美奈子の髪が整えられ、顔に化粧が施されていく。 その様を楽しみながら、私はあの少年がやってくるのを待った。 ノック。 誰かがドアを叩く。 来たか? 義母がドアを開けると、はたしてそこにはキッド少年がいた。
「あら、どちら様で……」言いかけた義母の肩をそっと叩く。
「私の客です、お義母さん。知り合いの息子さんで」にこやかにそう言って、私は彼を部屋へと招き入れた。
「美奈子」名を呼ぶと、美奈子はこわばった顔をこちらに向けた。 その瞳が少年をとらえた、その瞬間。 美奈子の表情に驚きの色が浮かんだ。 どうしたんだ?
「あ……」美奈子が何か言いかけたのをさえぎり、少年が挨拶をする。 すると美奈子はまた元通りのこわばった表情となり、少年に会釈した。 落ち着きを取り戻した様子で、美奈子はただうつむいている。 私は彼に目配せをしてから美奈子を指した。
「義妹の美奈子だ。見ての通り、今日結婚する」私と。
そうだ、 私 と の 結婚式だ。 ふざけた見合いであてがわれたよその男ではない。 この私と、今日、結ばれるのだ。
キッド少年は美奈子の顔をじっと見た後、かすかな声で「OK」とつぶやいた。 準備は整った。 これでもう、嫉妬にさいなまれることはなくなるのだ。 他の男に笑顔を見せることもない。 私以外の人間と口を聞くこともない。 美奈子よ。 美しい君は一番美しい姿で永遠になる。 これからはうつろな幽明の狭間を二人でさまよおう。 そうして私の前でだけ微笑んでいればいい。
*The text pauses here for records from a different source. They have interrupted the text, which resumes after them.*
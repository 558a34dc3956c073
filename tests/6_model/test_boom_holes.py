"""The boom's holes: where they are, what they open, and what they take away."""

import math

import pytest

from fabgen.errors import ProgramError
from fabgen.model.parts import boom as module
from fabgen.model.parts.boom import boom

VOLUME_REL = 1e-9  # planes and cylinders along the axes: the kernel integrates them to rounding error
CURVED_REL = 2e-5  # curves of intersection between two cylinders are approximated by the kernel to about 1e-5 mm


def cylinders(part):
    """(axis point, axis direction, diameter) of every cylindrical face."""
    found = []
    for face in part.val().Faces():
        if face.geomType() == "CYLINDER":
            shape = face._geomAdaptor().Cylinder()
            place, axis = shape.Axis().Location(), shape.Axis().Direction()
            found.append(((place.X(), place.Y(), place.Z()), (axis.X(), axis.Y(), axis.Z()), 2 * shape.Radius()))
    return found


def tube_area(width, height, wall, corner):
    """Area of a tube's section; the inside corner radius is the outside one less the wall, at least 0."""
    inside = max(corner - wall, 0.0)
    outer = width * height - (4 - math.pi) * corner**2
    return outer - ((width - 2 * wall) * (height - 2 * wall) - (4 - math.pi) * inside**2)


def through_round_tube(outside, inside, hole, steps=4000):
    """Volume that a radial drill of diameter `hole` takes from both walls of a round tube.

    For a distance y from the drill's axis its chord is 2√(r² − y²) along the boom, and the walls above it are
    2(√(R² − y²) − √(q² − y²)) high; y = r sin t makes the integrand smooth (midpoint rule).
    """
    r, big, small = hole / 2, outside / 2, inside / 2
    total = 0.0
    for i in range(steps):
        y = r * math.sin((i + 0.5) / steps * math.pi - math.pi / 2)
        high = 2 * (math.sqrt(big**2 - y**2) - (math.sqrt(small**2 - y**2) if small else 0.0))
        total += high * 2 * (r**2 - y**2) * math.pi / steps
    return total


def pair(station, diameter, angle=90.0, across=0.0):
    return ((station, angle, across, diameter), (station, (angle + 180) % 360, across, diameter))


def test_default_is_one_valid_solid_in_its_frame():
    part = boom()
    assert part.val().ShapeType() == "Solid"
    assert part.val().isValid()
    box = part.val().BoundingBox()
    assert (box.xmin, box.xmax) == pytest.approx((0, 260), abs=1e-6)
    assert (box.ymin, box.ymax, box.zmin, box.zmax) == pytest.approx((-10, 10, -10, 10), abs=1e-6)


@pytest.mark.parametrize(
    ("width", "height", "wall", "corner"),
    [(20, 20, 1.5, 1.0), (20, 20, 1.5, 0.0), (30, 20, 2.0, 3.0), (15, 25, 1.0, 1.0)],
)
def test_flat_tube_against_formula(width, height, wall, corner):
    rows = (*pair(40, 8), *pair(90, 4.2, 90, 1.5), (60, 0, -2.0, 3.2), (110, 180, 1.0, 5.0))
    part = boom(width_mm=width, height_mm=height, wall_mm=wall, corner_radius_mm=corner, length_mm=150, holes=rows)
    taken = sum(math.pi / 4 * diameter**2 * wall for _, _, _, diameter in rows)
    assert part.val().isValid()
    assert part.val().Volume() == pytest.approx(tube_area(width, height, wall, corner) * 150 - taken, rel=VOLUME_REL)
    assert len(part.val().Solids()) == 1


def test_holes_stand_where_their_rows_say():
    """Across grows to +z on the ±y walls and to +y on the ±z walls."""
    rows = ((40, 90, 1.5, 8), (60, 270, -2, 6), (80, 0, 3, 4), (100, 180, -3, 5))
    found = sorted(cylinders(boom(corner_radius_mm=0, length_mm=150, holes=rows)))
    expected = [
        ((40, None, 1.5), "y", 8, (8.5, 10)),
        ((60, None, -2), "y", 6, (-10, -8.5)),
        ((80, 3, None), "z", 4, (8.5, 10)),
        ((100, -3, None), "z", 5, (-10, -8.5)),
    ]
    assert len(found) == 4
    for (point, axis, diameter), (place, along, size, _) in zip(found, expected, strict=True):
        assert diameter == pytest.approx(size, abs=1e-9)
        assert abs(axis["xyz".index(along)]) == pytest.approx(1, abs=1e-12)
        for got, want in zip(point, place, strict=True):
            assert want is None or got == pytest.approx(want, abs=1e-9)


def test_a_row_opens_only_its_own_wall():
    """A line along the hole's axis leaves the boom where the wall is open and meets it where it is not."""
    import cadquery as cq

    part = boom(holes=((40, 90, 0, 8), (80, 0, 0, 3)), length_mm=120).val()

    def solid_at(x, y, z):
        return part.isInside(cq.Vector(x, y, z), 1e-6)

    assert not solid_at(40, 9.25, 0)
    assert solid_at(40, -9.25, 0)
    assert not solid_at(80, 0, 9.25)
    assert solid_at(80, 0, -9.25)
    assert solid_at(40, 9.25, 4.1)
    assert not solid_at(40, 9.25, 3.9)


@pytest.mark.parametrize("section", ["square", "rectangular"])
def test_drawn_and_cut_tubes_are_the_same(section, monkeypatch):
    height = 20 if section == "square" else 30
    rows = (*pair(40, 8), *pair(52, 3.3, 0, 4.0), (90, 0, -2, 5), (90, 180, 2, 5), *pair(52, 2, 90, 3))
    asked = {"section": section, "height_mm": height, "length_mm": 130, "holes": rows}
    drawn = boom(**asked)
    monkeypatch.setattr(module, "_apart", lambda rows, length: False)
    cut = boom(**asked)
    assert drawn.val().Volume() == pytest.approx(cut.val().Volume(), rel=1e-12)
    assert drawn.val().Area() == pytest.approx(cut.val().Area(), rel=1e-12)
    assert len(drawn.val().Faces()) == len(cut.val().Faces())
    assert sorted(d for _, _, d in cylinders(drawn)) == pytest.approx(sorted(d for _, _, d in cylinders(cut)))


@pytest.mark.parametrize(
    "rows",
    [
        pytest.param(((40, 90, 6.0, 6.0),), id="reaches into the corner"),
        pytest.param(((40, 90, 0.0, 8.0), (46, 90, 0.0, 8.0)), id="two holes that overlap"),
        pytest.param(((2, 90, 0.0, 8.0),), id="open at the end"),
        pytest.param(((40, 45, 0.0, 8.0),), id="through the edge"),
    ],
)
def test_holes_that_a_wall_cannot_hold_are_cut(rows):
    part = boom(corner_radius_mm=2.0, length_mm=80, holes=rows)
    assert part.val().isValid()
    assert len(part.val().Solids()) == 1
    assert 0 < tube_area(20, 20, 1.5, 2.0) * 80 - part.val().Volume() < len(rows) * 400


@pytest.mark.parametrize(("outside", "wall", "hole"), [(25, 1.5, 8), (20, 0, 5), (30, 2, 12)])
def test_round_boom_against_the_integral(outside, wall, hole):
    part = boom(
        section="round", width_mm=outside, height_mm=outside, wall_mm=wall, corner_radius_mm=0, length_mm=100,
        holes=(*pair(30, hole), *pair(65, hole, 0)),
    )  # fmt: skip
    inside = outside - 2 * wall if wall else 0.0
    plain = math.pi / 4 * (outside**2 - inside**2) * 100
    expected = plain - 2 * through_round_tube(outside, inside, hole)
    assert part.val().isValid()
    assert part.val().Volume() == pytest.approx(expected, rel=CURVED_REL)
    axes = {(round(p[0], 6), tuple(round(abs(c), 6) for c in a)) for p, a, d in cylinders(part) if d == hole}
    assert axes == {(30.0, (0, 1, 0)), (65.0, (0, 0, 1))}


def test_through_hole_in_a_solid_bar_is_one_cylinder():
    part = boom(wall_mm=0, length_mm=100, corner_radius_mm=0, holes=pair(50, 4.2, 0, 1.0))
    assert len(cylinders(part)) == 1
    assert part.val().Volume() == pytest.approx(20 * 20 * 100 - math.pi / 4 * 4.2**2 * 20, rel=VOLUME_REL)


def test_single_row_in_a_solid_bar_stops_at_the_middle():
    part = boom(wall_mm=0, length_mm=100, corner_radius_mm=0, holes=((50, 0, 0.0, 3.0),))
    assert part.val().Volume() == pytest.approx(20 * 20 * 100 - math.pi / 4 * 9 * 10, rel=VOLUME_REL)


def test_any_angle_on_a_round_boom():
    part = boom(
        section="round", width_mm=30, height_mm=30, wall_mm=2, corner_radius_mm=0, length_mm=80,
        holes=((40, 30, 0, 6),),
    )  # fmt: skip
    (found,) = [axis for _, axis, diameter in cylinders(part) if diameter == pytest.approx(6)]
    assert found[1:] == pytest.approx((math.sin(math.radians(30)), math.cos(math.radians(30))))


def test_a_boom_sawn_through_by_its_holes_is_refused():
    """The kernel calls two pieces valid, so they are counted."""
    with pytest.raises(ProgramError, match="2 pieces"):
        boom(length_mm=100, holes=pair(50, 30))


@pytest.mark.parametrize("sizes", [{"wall_mm": 10.0}, {"wall_mm": -1.0}, {"corner_radius_mm": 10.0}])
def test_impossible_sections_are_refused(sizes):
    with pytest.raises(ProgramError, match="a boom of 20"):
        boom(**sizes)


def test_boom_with_320_holes_against_formula():
    rows = [row for i in range(160) for row in pair(30 + 30 * i, 8)]
    part = boom(length_mm=4860, holes=rows)
    assert part.val().Volume() == pytest.approx(
        tube_area(20, 20, 1.5, 1.0) * 4860 - 320 * math.pi * 16 * 1.5, rel=VOLUME_REL
    )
「ちょっといい?」幸せな空想は少年の声に打ち破られた。 突然、キッド少年が美奈子の胸元に手を伸ばしたのだ。 何をする気だ? 美奈子も驚いた様子で少年の手元を見ている。 彼はコサージュをはずして、少しだけずらした場所に留め直した。
「うん、よし」にこっと笑う。 それから少年は私にウインクを投げてきた。 何だかわからない。 私は彼を部屋の外に連れ出し、今のは何かとたずねてみた。
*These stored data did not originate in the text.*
"""The page holds what a builder needs, is sound HTML, stands alone, and is the same bytes every time."""

import hashlib
import re
import subprocess
import sys
from collections.abc import Callable
from dataclasses import replace
from html.parser import HTMLParser
from pathlib import Path

import pytest

from fabgen.book.book import Book, book_html, sections
from fabgen.design.design import AllowanceChoice
from fabgen.design.findings import Finding
from fabgen.units import format_mm

DESIGNS = ("meter-reading-169", "river-gauge-434", "sonde-finder-401", "valley-television-637")
VOID = {"meta", "br", "col", "img", "link", "input", "hr"}
# Attributes with which a page can ask for something else.
REACHING = {"src", "href", "srcset", "action", "data", "poster", "formaction", "background", "ping", "xlink:href"}
NASTY = (
    '</style></title><script>alert("x")</script>\n../../etc/passwd \\ "quoted" & \'single\' %s {{ 7*7 }}' + "w" * 410
)


class Reader(HTMLParser):
    """Keeps tags open and shut, text, addresses and ids."""

    def __init__(self) -> None:
        super().__init__()
        self.open: list[str] = []
        self.wrong: list[str] = []
        self.addresses: list[str] = []
        self.tags: list[str] = []
        self.ids: list[str] = []
        self.handlers: list[str] = []
        self.text: list[str] = []

    def handle_starttag(self, tag: str, attrs: list[tuple[str, str | None]]) -> None:
        self.tags.append(tag)
        for name, given in attrs:
            if name in REACHING:
                self.addresses.append(given or "")
            if name.startswith("on"):
                self.handlers.append(name)
            if name == "id":
                self.ids.append(given or "")
        if tag not in VOID:
            self.open.append(tag)

    def handle_startendtag(self, tag: str, attrs: list[tuple[str, str | None]]) -> None:
        self.handle_starttag(tag, attrs)
        if tag not in VOID:
            self.open.pop()

    def handle_endtag(self, tag: str) -> None:
        if not self.open or self.open.pop() != tag:
            self.wrong.append(f"</{tag}> at {self.getpos()}")

    def handle_data(self, data: str) -> None:
        if "style" not in self.open:
            self.text.append(data)


def read(book: Book) -> Reader:
    reader = Reader()
    reader.feed(book_html(book).decode("utf-8"))
    reader.close()
    return reader


def text_of(book: Book) -> str:
    return re.sub(r"\s+", " ", " ".join(read(book).text))


@pytest.mark.parametrize("stem", DESIGNS)
def test_tags_are_balanced_and_nothing_reaches_out(book_of: Callable[..., Book], stem: str) -> None:
    reader = read(book_of(stem))
    assert reader.wrong == []
    assert reader.open == []
    assert len(reader.ids) == len(set(reader.ids))
    assert {address for address in reader.addresses if not address.startswith("#")} == set()
    assert {address.removeprefix("#") for address in reader.addresses} <= set(reader.ids)
    assert reader.handlers == []
    assert not {"script", "link", "iframe", "img", "object", "embed", "base", "form"} & set(reader.tags)


@pytest.mark.parametrize("stem", DESIGNS)
def test_styles_reach_nothing_either(book_of: Callable[..., Book], stem: str) -> None:
    html = book_html(book_of(stem)).decode()
    assert "url(" not in html
    assert "@import" not in html
    assert "default-src 'none'" in html


@pytest.mark.parametrize("stem", DESIGNS)
def test_every_number_of_the_tables_is_there(book_of: Callable[..., Book], stem: str) -> None:
    book = book_of(stem)
    text = text_of(book)
    for line in book.arranged.ledger.lines:
        for length_mm in (line.station_mm, line.modelled_mm, line.cut_mm, line.allowance.value_mm):
            assert format_mm(length_mm) in text
    for hole in book.arranged.holes:
        assert f"{hole.number} {hole.element}" in text
        assert format_mm(hole.station_mm) in text
        assert hole.drill in text
    for cut in book.arranged.cuts:
        assert f"{cut.piece} " in text
        assert format_mm(cut.cut_mm) in text
    for placed in book.arranged.placed:
        assert placed.size in text
    for bar in book.cut_plan.bars:
        assert bar.name in text
    for aid, _ in book.aids:
        assert f"{aid.quantity} {aid.label} {aid.purpose}" in text
        assert all(f"{number} × {need}" in text for number, need in aid.needs)
    for figure in (*book.views, *book.pictures, *(figure for _, figure in book.aids)):
        assert figure.caption in text


@pytest.mark.parametrize("stem", DESIGNS)
def test_the_verdict_comes_before_everything_but_the_title(book_of: Callable[..., Book], stem: str) -> None:
    text = "".join(read(book_of(stem)).text)
    assert text.index("Verdict:") < text.index("At a glance")
    assert text.count("Verdict: ") == 2  # once more above the findings


@pytest.mark.parametrize("stem", DESIGNS)
def test_allowances_say_where_they_come_from(book_of: Callable[..., Book], stem: str) -> None:
    book = book_of(stem)
    text = text_of(book)
    assert book.arranged.ledger.status in text
    for line in book.arranged.ledger.lines:
        assert re.sub(r"\s+", " ", line.allowance.source) in text
        for published in line.allowance.published:
            assert published.source in text
            assert published.range_text in text


def test_computed_lengths_are_called_theory_wherever_they_stand(book_of: Callable[..., Book]) -> None:
    book = book_of("river-gauge-434")
    assert book.computed
    shown = {section.name for section in sections(book) if section.theory}
    assert {"summary", "views", "lengths", "mounts", "boom_sizes", "trimming", "cutting", "parts", "measuring"} <= shown
    assert book_html(book).decode().count('class="theory"') == len(shown)
    published = book_of("valley-television-637")
    assert not published.computed
    assert 'class="theory"' not in book_html(published).decode()
    assert {s.name for s in sections(published) if "theory, unmeasured" in s.body} == {"boom_sizes"}


def test_findings_stand_with_code_numbers_and_page(book_of: Callable[..., Book]) -> None:
    finding = Finding("L17", "fail", "screw on <rod>", 0.4, 0.15, "V", "use one metal & grease", "Two metals touch")
    book = replace(book_of("valley-television-637"), findings=(finding,))
    text = text_of(book)
    assert "Verdict: not clear" in text
    assert re.search(r"L17 fail screw on <rod> Two metals touch use one metal & grease 0\.4 0\.15 V", text)
    assert "What to do:" in text


def test_a_design_without_findings_says_so(book_of: Callable[..., Book]) -> None:
    assert "No check found anything to say." in text_of(replace(book_of("river-gauge-434"), findings=()))


def test_the_stamp_is_on_stamped_books_alone(book_of: Callable[..., Book]) -> None:
    stamped = book_of("sonde-finder-401", stamped=True)
    assert "NOT CLEARED" in text_of(stamped)
    assert "At least one check fails" not in text_of(stamped)
    fault = Finding("A03", "fail", "R", 350.0, 300.0, "mm", "buy longer bars")
    assert "At least one check fails" in text_of(replace(stamped, findings=(fault,)))
    assert "NOT CLEARED" not in book_html(book_of("sonde-finder-401")).decode()


def test_proven_is_said_only_of_a_proven_plan(book_of: Callable[..., Book]) -> None:
    book = book_of("river-gauge-434")
    assert book.cut_plan.proven
    assert "proven : no plan needs fewer" in text_of(book)
    doubtful = replace(book, cut_plan=replace(book.cut_plan, proven=False))
    assert "not proven to be the fewest" in text_of(doubtful)
    assert "no plan needs fewer" not in text_of(doubtful)


def test_a_piece_without_a_bar_is_named(book_of: Callable[..., Book]) -> None:
    book = book_of("river-gauge-434")
    bars = tuple(bar for bar in book.cut_plan.bars if not bar.name.endswith("#2"))
    lost = [name for bar in book.cut_plan.bars if bar not in bars for name, _ in bar.pieces]
    assert len(lost) > 3
    text = text_of(replace(book, cut_plan=replace(book.cut_plan, bars=bars)))
    assert "DE-left, DE-right, D5 to D7, D9 and D10 fit no bar of the stated stock" in text
    assert "no plan needs fewer" not in text


def test_unsure_allowances_show_u_and_twice_u(book_of: Callable[..., Book]) -> None:
    book = book_of("river-gauge-434")
    line = book.arranged.ledger.line("D5")
    expected = f"{format_mm(line.allowance.u_mm)} ±{format_mm(2 * line.allowance.u_mm)}"
    assert expected in text_of(book)
    assert f"{line.shift_khz:.0f} ±{2 * line.shift_khz:.0f}" in text_of(book)


def test_a_stated_value_has_no_common_part_of_ours(book_of: Callable[..., Book]) -> None:
    assert "not stated" in text_of(book_of("meter-reading-169"))


def test_an_allowance_asked_away_is_called_unknown(book_of: Callable[..., Book]) -> None:
    book = book_of("valley-television-637")
    none = AllowanceChoice("none")
    elements = tuple(
        replace(e, mount=replace(e.mount, allowance=none)) if e.mount else e for e in book.arranged.design.elements
    )
    text = text_of(book_of("valley-television-637", elements=elements))
    assert "how far that is off is not known" in text
    assert "How sure the allowance is" not in text


def test_a_bonded_mount_says_what_a_bad_joint_costs(book_of: Callable[..., Book]) -> None:
    """Half of the printed 13.143 mm; 637 MHz × 6.571 mm over the mean parasitic length of the table, by hand."""
    book = book_of("valley-television-637")
    lengths_mm = [line.modelled_mm for line in book.arranged.ledger.lines if line.role != "driven"]
    khz = 637_000 * 6.5713 / (sum(lengths_mm) / len(lengths_mm))
    assert f"6.6 mm or {khz:.0f} kHz of a half-wave rod here" in text_of(book)
    assert "What bonds" not in text_of(book_of("river-gauge-434"))


def test_a_screw_in_the_middle_is_said_to_bond_nothing(book_of: Callable[..., Book]) -> None:
    book = book_of("river-gauge-434")
    elements = tuple(
        replace(e, mount=replace(e.mount, hold="middle-screw", keeper=None)) if e.mount else e
        for e in book.arranged.design.elements
    )
    assert "What does not bond" in text_of(book_of("river-gauge-434", elements=elements))
    assert "What does not bond" not in text_of(book)


@pytest.mark.parametrize("field", ["title", "number", "revision"])
def test_words_of_the_design_stay_words(book_of: Callable[..., Book], field: str) -> None:
    html = book_html(book_of("river-gauge-434", **{field: NASTY})).decode()
    reader = Reader()
    reader.feed(html)
    assert reader.wrong == []
    assert "script" not in reader.tags
    assert NASTY.splitlines()[1][:30] in "".join(reader.text)
    style = html.partition("<style>")[2].partition("</style>")[0]
    assert "alert" not in style or field != "title"
    assert "@page across" in style
    assert style.count("{") == style.count("}") + style.count("\\00007b") - style.count("\\00007d")


def test_the_same_bytes_twice(book_of: Callable[..., Book]) -> None:
    assert book_html(book_of("river-gauge-434")) == book_html(book_of("river-gauge-434"))


def test_the_same_bytes_under_two_hash_seeds(root: Path) -> None:
    script = (
        "import hashlib, sys; from pathlib import Path; "
        "from fabgen.pipeline import check; from fabgen.arrange.bars import plan; "
        "from fabgen.book.book import Book, book_html; "
        "judged = check(Path('designs/meter-reading-169.yaml')); array = judged.arranged; "
        "book = Book(array, judged.findings, plan(array.cuts, array.design.shop)); "
        "print(hashlib.sha256(book_html(book)).hexdigest())"
    )
    sums = {
        subprocess.run(
            [sys.executable, "-c", script],
            cwd=root,
            env={"PYTHONPATH": str(root), "PYTHONHASHSEED": seed, "LC_ALL": "C.UTF-8"},
            capture_output=True,
            text=True,
            check=True,
        ).stdout.strip()
        for seed in ("1", "2")
    }
    assert len(sums) == 1
    assert len(sums.pop()) == len(hashlib.sha256().hexdigest())


def test_the_reader_sees_a_fault() -> None:
    reader = Reader()
    reader.feed("<p><b>x</p><img src='http:'>")
    assert reader.wrong
    assert reader.addresses == ["http:"]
「撃つのに邪魔なトコについてんだもん」そういって少年は朗らかに笑んだ。 なるほど、そういうことか。
もう外に出ると言う彼を送り出し、私は部屋に戻った。 準備は着々と進む。 やがて美奈子と私たちは外へと向かうことになった。 式は屋外でとり行われるのだ。 美奈子は教会の中を通って庭に出るらしい。 父親に腕を引かれ、ヴァージンロードを歩くのだ。 私は他の家族とともに、美奈子らに先立って外へ出た。
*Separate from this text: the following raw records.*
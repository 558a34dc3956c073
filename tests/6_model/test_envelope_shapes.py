"""Simple shapes hold the solids they stand for; a shape that does not is named with what stands out."""

import dataclasses
import re

import pytest

from fabgen import registry
from fabgen.design import part_sizes
from fabgen.design.arranged import Box, Cylinder, Frame, Placed
from fabgen.model.envelope import outside_envelope

LEFT = (0.0, 1.0, 0.0)


def placed(part, shapes, frame=None, exact=False, **parameters):
    frozen = tuple(sorted(parameters.items()))
    return Placed("P", "E", part, frozen, frame or Frame(), tuple(shapes), exact, "made", "x", True, 1.0, part)


def rod(diameter=4.0, length=300.0):
    shape = Cylinder("y", (50.0, 0.0, 7.0), diameter, length)
    return placed("rod", [shape], Frame((50.0, 0, 7.0), z=LEFT), True, diameter_mm=4.0, length_mm=300.0)


def bush(flange=12.0, spigot=7.8, bore=0.0):
    shapes = [
        Cylinder("z", (0, 0, 1.5), flange, 3.0, bore),
        Cylinder("z", (0, 0, -1.25), spigot, 2.5, bore),
    ]
    return placed("bush", shapes)


def boom(width=20.0):
    box = Box((0, -width / 2, -10), (260, width / 2, 10))
    return placed("boom", [box])


@pytest.mark.parametrize("part", [rod(), bush(), bush(bore=4.2), boom()])
def test_shapes_that_hold_their_solid(part):
    assert outside_envelope(part) == ""


@pytest.mark.parametrize(
    ("part", "message"),
    [
        pytest.param(rod(diameter=3.9), "the shapes that should be it", id="exact, too thin"),
        pytest.param(rod(diameter=4.1), "the shapes that should be it", id="exact, too thick"),
        pytest.param(
            dataclasses.replace(rod(), shapes=(Cylinder("y", (50.0, 2.0, 7.0), 4.0, 300.0),)),
            "by 2.000000 mm",
            id="exact, off its place",
        ),
        pytest.param(bush(flange=11.0), r"bush stands out of its shapes with \d+", id="flange"),
        pytest.param(bush(bore=4.4), r"bush stands out of its shapes with \d+", id="bore"),
        pytest.param(boom(width=19.0), r"boom stands out of its shapes by 0\.500000 mm", id="box"),
    ],
)
def test_shapes_that_leave_something_out_are_named(part, message):
    assert re.search(message, outside_envelope(part))


def test_an_envelope_larger_than_its_part_is_right_unless_it_should_be_the_part():
    assert outside_envelope(boom(width=24.0)) == ""
    assert outside_envelope(dataclasses.replace(boom(width=24.0), exact=True)) != ""


SIZED = [entry.name for entry in registry.entries("model/parts") if hasattr(part_sizes, f"{entry.name}_size")]
ROUND = ["bush", "feed_block", "folded_saddle", "saddle"]


@pytest.mark.parametrize("part", SIZED)
def test_every_part_lies_in_the_shapes_that_it_is_arranged_by(part):
    assert outside_envelope(placed(part, getattr(part_sizes, f"{part}_size")().shapes)) == ""


@pytest.mark.parametrize("part", ROUND)
def test_parts_for_a_round_boom_lie_in_their_shapes(part):
    size = getattr(part_sizes, f"{part}_size")(boom_diameter_mm=25.0)
    assert outside_envelope(placed(part, size.shapes, boom_diameter_mm=25.0)) == ""


@pytest.mark.parametrize(("height_mm", "boxes"), [(7.6, 3), (7.5, 2), (6.0, 2), (2.4, 1)])
def test_a_low_saddle_has_no_empty_shape(height_mm, boxes):
    """Ears of 7.5 mm: at that height the fillets end, and under a bore with little plastic over it the column too."""
    numbers = {"rod_diameter_mm": 2.0, "height_mm": height_mm, "wall_mm": 3.0}
    shapes = part_sizes.saddle_size(**numbers).shapes
    assert len(shapes) == boxes
    assert outside_envelope(placed("saddle", shapes, **numbers)) == ""
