"""Pictures by the hidden-line pass: what is seen is drawn, what is hidden is not, at a standard scale."""

import itertools
import math

import numpy as np
import pytest

from fabgen.design.arranged import Frame
from fabgen.design.solids import AssemblyItem, Mesh, Product
from fabgen.errors import ProgramError
from fabgen.model import pictures
from fabgen.model.kernel import cq
from fabgen.model.parts.boom import boom
from fabgen.model.parts.bush import bush
from fabgen.model.parts.rod import rod

FRONT = (0.0, -1.0, 0.0)  # x to the right, z up
NO_MESH = Mesh(np.empty((0, 3)), np.empty((0, 3), int))


def product(name, part):
    return Product(name, part.val(), NO_MESH, (0.5, 0.5, 0.5))


def length(lines):
    return sum(math.dist(a, b) for line in lines for a, b in itertools.pairwise(line))


def test_a_box_from_the_front_is_its_rectangle():
    lines = pictures.visible_lines([cq.Solid.makeBox(30, 20, 10)], FRONT)
    points = {(round(x, 6), round(y, 6)) for line in lines for x, y in line}
    assert points == {(0, 0), (30, 0), (30, 10), (0, 10)}
    assert length(lines) == pytest.approx(80)


def test_what_stands_behind_is_hidden():
    near, far = cq.Solid.makeBox(30, 20, 10), cq.Solid.makeBox(10, 5, 5, cq.Vector(5, 40, 2))
    assert length(pictures.visible_lines([near, far], FRONT)) == pytest.approx(80)
    aside = cq.Solid.makeBox(10, 5, 5, cq.Vector(50, 40, 2))
    assert length(pictures.visible_lines([near, aside], FRONT)) == pytest.approx(110)


def test_circles_keep_their_shape():
    """A rod seen along its axis: every point on the circle, the length within the chord's tolerance."""
    lines = pictures.visible_lines([cq.Solid.makeCylinder(2, 50, cq.Vector(0, 0, 0), cq.Vector(0, 1, 0))], FRONT)
    assert all(math.hypot(x, y) == pytest.approx(2, abs=1e-6) for line in lines for x, y in line)
    assert length(lines) == pytest.approx(4 * math.pi, rel=0.01)


def test_part_picture_fits_and_says_its_scale():
    sheet = pictures.part_picture(product("bush rod 4 hole 8", bush()))
    assert sheet.title.startswith("bush rod 4 hole 8, 12.00 × 12.00 × ")
    assert sheet.title.endswith("scale 2:1")
    assert sheet.width_mm <= 120
    assert sheet.height_mm <= 75
    xs = [x for item in sheet.items for x, _ in item.points_mm]
    ys = [y for item in sheet.items for _, y in item.points_mm]
    assert min(xs) == pytest.approx(4, abs=1e-6)
    assert min(ys) == pytest.approx(4, abs=1e-6)
    assert sheet.width_mm - 5 <= max(xs) <= sheet.width_mm - 4 + 1e-6
    assert sheet.height_mm - 5 <= max(ys) <= sheet.height_mm - 4 + 1e-6


def test_scale_is_true():
    """A 30 mm rod at 2:1: the parallel projection shortens it by the angle to the eye, nothing else."""
    sheet = pictures.part_picture(product("rod", rod(length_mm=30)))
    assert sheet.title.endswith("scale 2:1")
    straight = max(math.dist(item.points_mm[0], item.points_mm[-1]) for item in sheet.items)
    x, y, z = pictures.ABOVE
    assert straight == pytest.approx(2 * 30 * math.hypot(x, y) / math.hypot(x, y, z), rel=1e-6)


def test_assembly_picture_shows_every_part():
    tube, bar = product("boom", boom()), product("rod", rod())
    places = [AssemblyItem("boom", tube, Frame())]
    alone = pictures.assembly_picture(places, name="array")
    places.append(AssemblyItem("R", bar, Frame((40, 0, 0), z=(0, 1, 0))))
    both = pictures.assembly_picture(places, name="array")
    assert len(both.items) > len(alone.items)
    assert both.title == "array, seen from the right, scale 1:2"


def test_same_picture_twice():
    assert pictures.part_picture(product("bush", bush())) == pictures.part_picture(product("bush", bush()))


def test_a_picture_that_no_scale_brings_on_the_sheet_is_refused():
    with pytest.raises(ProgramError, match="no scale of ISO 5455"):
        pictures.part_picture(product("rod", rod(length_mm=300_000)))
銀白に覆われる空の下にはすでに多くの招待客たちがひしめいている。 少年の姿は見えない。 きっと狙撃に最適なポイントを見つけ、身をひそめているのだろう。 式場となる教会の庭にはすでに新郎となろうという男が待機していた。 愚かなやつだ。 美奈子はお前のものになどならないのに。 お前には美奈子は似合わない。あまりにも不相応だ。
式場の人間が合図をし、教会の扉が開く。 重々しい扉の奥から美奈子が現れた。 綺麗だ、横にいる義父など目に入らないほど。 さぁ、もうすぐだ。 私は固唾を飲んでそのときを待った。
たった一歩。
美奈子が、たったの一歩、前に踏み出したときだ。 パンッ、とパーティー用のクラッカーを鳴らしたような音が響いた。
「あっ……!?」美奈子が胸を押さえる。 苦悶の表情。 水底で空気を求めるかのように、口を開いて。 膝を折り、その場に崩れ落ちる。
やった、のか?
やったのか!?
私は美奈子の側に駆け寄った。
「美奈子!」呼びかけると美奈子は見開いた目を私に向けた。
「……っ、いや……」悲しげな声をもらし、美奈子は目を閉じる。 やった。 やったのだ! 私は群がる人々をかき分け、教会の裏に走った。
「どこだ、どこにいる!?」辺りに呼びかける。
「はーい」返事があった。 だが、姿は見えない。 私はきょろきょろと辺りを見回した。 すると、茂みからあのキッドという少年が現れた。
「よくやった!」私は彼の手をぎゅっと握った。
「んー、言われたとおりー、ココの範囲内、撃ったからね」ココ、と指を使って心臓の辺りに円を描きつつ。 少し歯切れの悪い口調で、少年が言う。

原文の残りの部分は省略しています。